◆ **Collected data entries**:

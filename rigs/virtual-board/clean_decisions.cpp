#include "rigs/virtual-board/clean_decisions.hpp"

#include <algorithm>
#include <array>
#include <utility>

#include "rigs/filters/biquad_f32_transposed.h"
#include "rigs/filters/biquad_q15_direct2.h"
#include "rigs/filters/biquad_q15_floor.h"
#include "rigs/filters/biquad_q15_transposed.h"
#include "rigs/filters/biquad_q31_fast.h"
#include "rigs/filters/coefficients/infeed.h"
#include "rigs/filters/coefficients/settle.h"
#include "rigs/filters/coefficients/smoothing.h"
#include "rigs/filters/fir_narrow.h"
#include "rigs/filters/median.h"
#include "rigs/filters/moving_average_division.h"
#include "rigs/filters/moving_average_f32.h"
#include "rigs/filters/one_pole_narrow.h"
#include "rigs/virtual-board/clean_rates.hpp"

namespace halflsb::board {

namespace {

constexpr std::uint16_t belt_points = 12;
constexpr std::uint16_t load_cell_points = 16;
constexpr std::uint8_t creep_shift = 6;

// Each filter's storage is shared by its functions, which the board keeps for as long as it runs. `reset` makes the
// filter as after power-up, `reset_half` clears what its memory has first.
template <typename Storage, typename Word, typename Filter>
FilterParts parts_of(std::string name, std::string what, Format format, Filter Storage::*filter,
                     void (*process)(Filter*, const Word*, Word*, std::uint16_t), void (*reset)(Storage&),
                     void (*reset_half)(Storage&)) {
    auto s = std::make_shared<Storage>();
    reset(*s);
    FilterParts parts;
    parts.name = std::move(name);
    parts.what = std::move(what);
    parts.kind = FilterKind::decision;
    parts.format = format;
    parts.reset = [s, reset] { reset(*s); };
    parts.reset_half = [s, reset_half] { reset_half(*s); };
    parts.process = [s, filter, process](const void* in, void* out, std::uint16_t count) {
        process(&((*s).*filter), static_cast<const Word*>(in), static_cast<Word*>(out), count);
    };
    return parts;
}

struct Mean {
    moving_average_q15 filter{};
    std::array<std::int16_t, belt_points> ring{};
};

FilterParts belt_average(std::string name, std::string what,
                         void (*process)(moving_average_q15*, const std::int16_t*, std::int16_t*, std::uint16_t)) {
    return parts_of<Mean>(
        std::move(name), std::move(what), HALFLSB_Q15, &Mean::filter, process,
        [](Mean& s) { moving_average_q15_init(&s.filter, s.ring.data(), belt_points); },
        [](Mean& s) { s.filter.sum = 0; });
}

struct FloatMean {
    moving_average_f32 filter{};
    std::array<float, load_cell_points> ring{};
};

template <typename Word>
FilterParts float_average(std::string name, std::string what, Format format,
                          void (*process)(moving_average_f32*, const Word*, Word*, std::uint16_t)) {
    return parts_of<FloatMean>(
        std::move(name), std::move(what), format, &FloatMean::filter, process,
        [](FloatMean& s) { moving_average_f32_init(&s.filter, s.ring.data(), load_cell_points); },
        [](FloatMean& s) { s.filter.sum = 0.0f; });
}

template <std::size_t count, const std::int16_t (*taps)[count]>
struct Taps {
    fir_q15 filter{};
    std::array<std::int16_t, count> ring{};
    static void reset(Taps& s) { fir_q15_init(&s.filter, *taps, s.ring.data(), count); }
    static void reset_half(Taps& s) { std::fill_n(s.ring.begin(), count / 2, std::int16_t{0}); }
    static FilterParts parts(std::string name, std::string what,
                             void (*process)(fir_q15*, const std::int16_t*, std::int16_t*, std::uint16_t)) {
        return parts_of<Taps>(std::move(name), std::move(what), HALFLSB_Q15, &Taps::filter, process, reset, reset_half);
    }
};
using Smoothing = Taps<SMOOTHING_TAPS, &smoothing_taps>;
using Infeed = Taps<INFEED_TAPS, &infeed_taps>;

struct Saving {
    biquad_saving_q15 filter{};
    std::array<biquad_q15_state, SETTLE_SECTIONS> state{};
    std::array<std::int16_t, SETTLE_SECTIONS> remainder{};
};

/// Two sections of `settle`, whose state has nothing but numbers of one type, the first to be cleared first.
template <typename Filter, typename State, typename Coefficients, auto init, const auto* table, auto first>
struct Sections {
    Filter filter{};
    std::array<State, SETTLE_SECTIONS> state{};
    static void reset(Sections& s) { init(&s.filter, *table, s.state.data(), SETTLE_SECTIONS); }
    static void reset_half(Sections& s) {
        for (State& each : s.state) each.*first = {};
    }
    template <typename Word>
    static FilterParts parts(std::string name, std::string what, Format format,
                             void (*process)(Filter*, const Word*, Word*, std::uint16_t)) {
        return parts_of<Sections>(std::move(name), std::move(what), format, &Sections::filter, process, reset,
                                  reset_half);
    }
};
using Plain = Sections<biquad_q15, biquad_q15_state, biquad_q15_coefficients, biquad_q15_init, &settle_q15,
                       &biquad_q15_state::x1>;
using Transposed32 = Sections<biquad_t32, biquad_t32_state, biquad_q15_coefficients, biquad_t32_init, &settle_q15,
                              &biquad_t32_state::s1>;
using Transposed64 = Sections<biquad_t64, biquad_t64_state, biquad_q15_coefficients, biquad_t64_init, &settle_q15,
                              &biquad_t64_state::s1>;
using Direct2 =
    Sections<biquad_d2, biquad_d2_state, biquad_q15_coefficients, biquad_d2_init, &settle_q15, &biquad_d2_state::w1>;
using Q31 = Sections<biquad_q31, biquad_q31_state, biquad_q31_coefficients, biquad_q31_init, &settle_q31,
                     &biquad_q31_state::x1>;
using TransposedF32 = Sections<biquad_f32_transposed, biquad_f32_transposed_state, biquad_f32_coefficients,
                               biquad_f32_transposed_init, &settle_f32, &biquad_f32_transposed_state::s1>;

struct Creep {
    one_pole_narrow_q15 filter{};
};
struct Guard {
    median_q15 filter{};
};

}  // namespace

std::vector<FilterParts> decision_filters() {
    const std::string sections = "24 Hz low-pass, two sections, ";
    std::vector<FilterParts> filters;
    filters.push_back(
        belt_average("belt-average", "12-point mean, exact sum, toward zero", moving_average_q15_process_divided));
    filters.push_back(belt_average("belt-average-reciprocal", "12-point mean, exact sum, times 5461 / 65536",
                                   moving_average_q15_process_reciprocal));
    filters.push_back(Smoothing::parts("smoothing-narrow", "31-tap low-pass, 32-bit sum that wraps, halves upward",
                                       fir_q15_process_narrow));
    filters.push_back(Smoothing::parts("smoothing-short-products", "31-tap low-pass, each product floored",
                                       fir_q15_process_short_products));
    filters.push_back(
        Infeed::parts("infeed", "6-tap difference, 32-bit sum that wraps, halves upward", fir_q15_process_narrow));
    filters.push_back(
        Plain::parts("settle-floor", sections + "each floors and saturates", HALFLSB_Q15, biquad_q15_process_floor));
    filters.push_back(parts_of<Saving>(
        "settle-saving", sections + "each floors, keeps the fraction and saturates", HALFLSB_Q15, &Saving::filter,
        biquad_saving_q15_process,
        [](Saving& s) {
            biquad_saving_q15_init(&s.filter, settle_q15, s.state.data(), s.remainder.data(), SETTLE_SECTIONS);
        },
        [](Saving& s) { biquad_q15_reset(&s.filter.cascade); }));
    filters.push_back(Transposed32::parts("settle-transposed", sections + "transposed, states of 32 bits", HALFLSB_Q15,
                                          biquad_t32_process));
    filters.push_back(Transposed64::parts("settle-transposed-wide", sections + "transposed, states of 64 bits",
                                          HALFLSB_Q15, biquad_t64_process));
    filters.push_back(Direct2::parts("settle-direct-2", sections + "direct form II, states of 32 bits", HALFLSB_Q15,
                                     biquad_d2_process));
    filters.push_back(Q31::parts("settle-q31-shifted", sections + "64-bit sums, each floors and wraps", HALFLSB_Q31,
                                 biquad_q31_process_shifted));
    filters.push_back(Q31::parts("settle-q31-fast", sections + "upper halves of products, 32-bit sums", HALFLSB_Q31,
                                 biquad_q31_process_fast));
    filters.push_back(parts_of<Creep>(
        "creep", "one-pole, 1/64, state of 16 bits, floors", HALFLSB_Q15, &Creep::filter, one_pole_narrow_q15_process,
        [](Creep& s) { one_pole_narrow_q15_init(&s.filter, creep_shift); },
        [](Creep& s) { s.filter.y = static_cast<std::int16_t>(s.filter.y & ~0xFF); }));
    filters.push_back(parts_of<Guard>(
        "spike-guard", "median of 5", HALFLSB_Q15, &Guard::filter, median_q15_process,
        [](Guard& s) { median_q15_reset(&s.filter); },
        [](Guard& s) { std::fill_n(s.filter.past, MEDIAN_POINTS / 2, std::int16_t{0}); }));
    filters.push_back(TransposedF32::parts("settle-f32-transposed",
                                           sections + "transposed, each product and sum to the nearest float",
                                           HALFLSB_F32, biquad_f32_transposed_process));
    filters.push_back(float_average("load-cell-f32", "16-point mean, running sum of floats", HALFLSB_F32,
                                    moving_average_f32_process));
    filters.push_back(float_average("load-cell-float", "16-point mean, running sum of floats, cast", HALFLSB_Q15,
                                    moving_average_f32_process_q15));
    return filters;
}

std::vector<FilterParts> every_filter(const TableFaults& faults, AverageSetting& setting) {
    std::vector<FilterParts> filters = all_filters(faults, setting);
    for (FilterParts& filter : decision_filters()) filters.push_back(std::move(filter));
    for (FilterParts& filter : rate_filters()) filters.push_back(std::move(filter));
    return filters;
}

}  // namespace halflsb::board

◆ **EXERCISE DETAILS**:
List every line in the records above that contains the word "bits".

◆ **SOLVED EXERCISE**:
    filters.push_back(Transposed32::parts("settle-transposed", sections + "transposed, states of 32 bits", HALFLSB_Q15,
    filters.push_back(Transposed64::parts("settle-transposed-wide", sections + "transposed, states of 64 bits",
    filters.push_back(Direct2::parts("settle-direct-2", sections + "direct form II, states of 32 bits", HALFLSB_Q15,
        "creep", "one-pole, 1/64, state of 16 bits, floors", HALFLSB_Q15, &Creep::filter, one_pole_narrow_q15_process,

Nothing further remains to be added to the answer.